:: Prompt ::
Copy out each line of the data below in which the string "above" appears.

[Excerpts from a dataset]
def classify_specimens(
    specimens: Sequence[SeriesSpecimen],
    *,
    k_max_m_per_s: float,
    specific_gravity: float,
    water_density_kg_per_m3: float,
    min_saturation: float | None = None,
    curve: CompactionCurve | None = None,
    optimums: LineOfOptimums | None = None,
) -> tuple[ClassifiedSpecimen, ...]:
    """Class each specimen of a series against the specification limit.

    Parameters
    ----------
    specimens : sequence of SeriesSpecimen
        The series.
    k_max_m_per_s : float
        Specification limit on k₂₀ [m/s].
    specific_gravity : float
        G_s [-].
    water_density_kg_per_m3 : float
        ρ_w [kg/m³].
    min_saturation : float or None
        Minimum degree of saturation the project sets for the zone [-].
    curve : CompactionCurve or None
        The material's compaction curve, for w − w_opt and relative compaction.
    optimums : LineOfOptimums or None
        For the position relative to the line of optimums.

    Notes
    -----
    Acceptable: k₂₀ ≤ k_max (and S ≥ S_min when set). Source: the acceptable-zone approach
    for compacted soil liners of Daniel, D.E. & Benson, C.H. (1990), "Water content–density
    criteria for compacted soil liners", J. Geotech. Eng. 116(12):1811–1830 (from memory);
    S from the phase relations; RC = 100·ρ_d/ρ_d,max (docs/methods.md §5).
    """
    problems: list[InputProblem] = []
    out: list[ClassifiedSpecimen] = []
    for j, s in enumerate(specimens):
        point = CompactionPoint(s.water_content, s.dry_density_kg_per_m3)
        try:
            sat = degree_of_saturation(
                point,
                specific_gravity=specific_gravity,
                water_density_kg_per_m3=water_density_kg_per_m3,
            )
        except EngineInputError as exc:
            problems.extend(exc.prefixed("specimens", j).problems)
            continue
        meets = s.k_ref_m_per_s <= k_max_m_per_s
        above = None if min_saturation is None else sat >= min_saturation
        from_line = None
        if optimums is not None:
            from_line = s.water_content - optimums.water_content_at(
                s.dry_density_kg_per_m3,
                specific_gravity=specific_gravity,
                water_density_kg_per_m3=water_density_kg_per_m3,
            )
        out.append(
            ClassifiedSpecimen(
                specimen=s,
                degree_of_saturation=sat,
                meets_limit=meets,
                above_min_saturation=above,
                acceptable=meets and above is not False,
                water_content_from_optimum=(
                    s.water_content - curve.optimum_water_content if curve else None
                ),
                relative_compaction_pct=(
                    100.0 * s.dry_density_kg_per_m3 / curve.max_dry_density_kg_per_m3
                    if curve
                    else None
                ),
                water_content_from_line_of_optimums=from_line,
            )
        )
    if problems:
        raise EngineInputError(problems)
    return tuple(out)


@dataclass(frozen=True, slots=True)
class AcceptableZone:
    """The acceptable zone drawn from the data.

    Attributes
    ----------
    hull : tuple of CompactionPoint
        Convex hull of the acceptable specimens, counter-clockwise (fewer than three
        points when fewer specimens are acceptable).
    conflicts : tuple of int
        Indexes of specimens that are not acceptable yet lie inside or on the hull: the
        zone must then be drawn by judgement, not from the hull.
    saturation_bound : float or None
        Lowest degree of saturation of an acceptable specimen such that every specimen at
        or above it is acceptable [-]; None when no such specimen exists.
    acceptable_below_bound : tuple of int
        Acceptable specimens below ``saturation_bound`` (outside the saturation zone).
    """

    hull: tuple[CompactionPoint, ...]
    conflicts: tuple[int, ...]
    saturation_bound: float | None
    acceptable_below_bound: tuple[int, ...]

:: Task response ::
        above = None if min_saturation is None else sat >= min_saturation
                above_min_saturation=above,
                acceptable=meets and above is not False,
        or above it is acceptable [-]; None when no such specimen exists.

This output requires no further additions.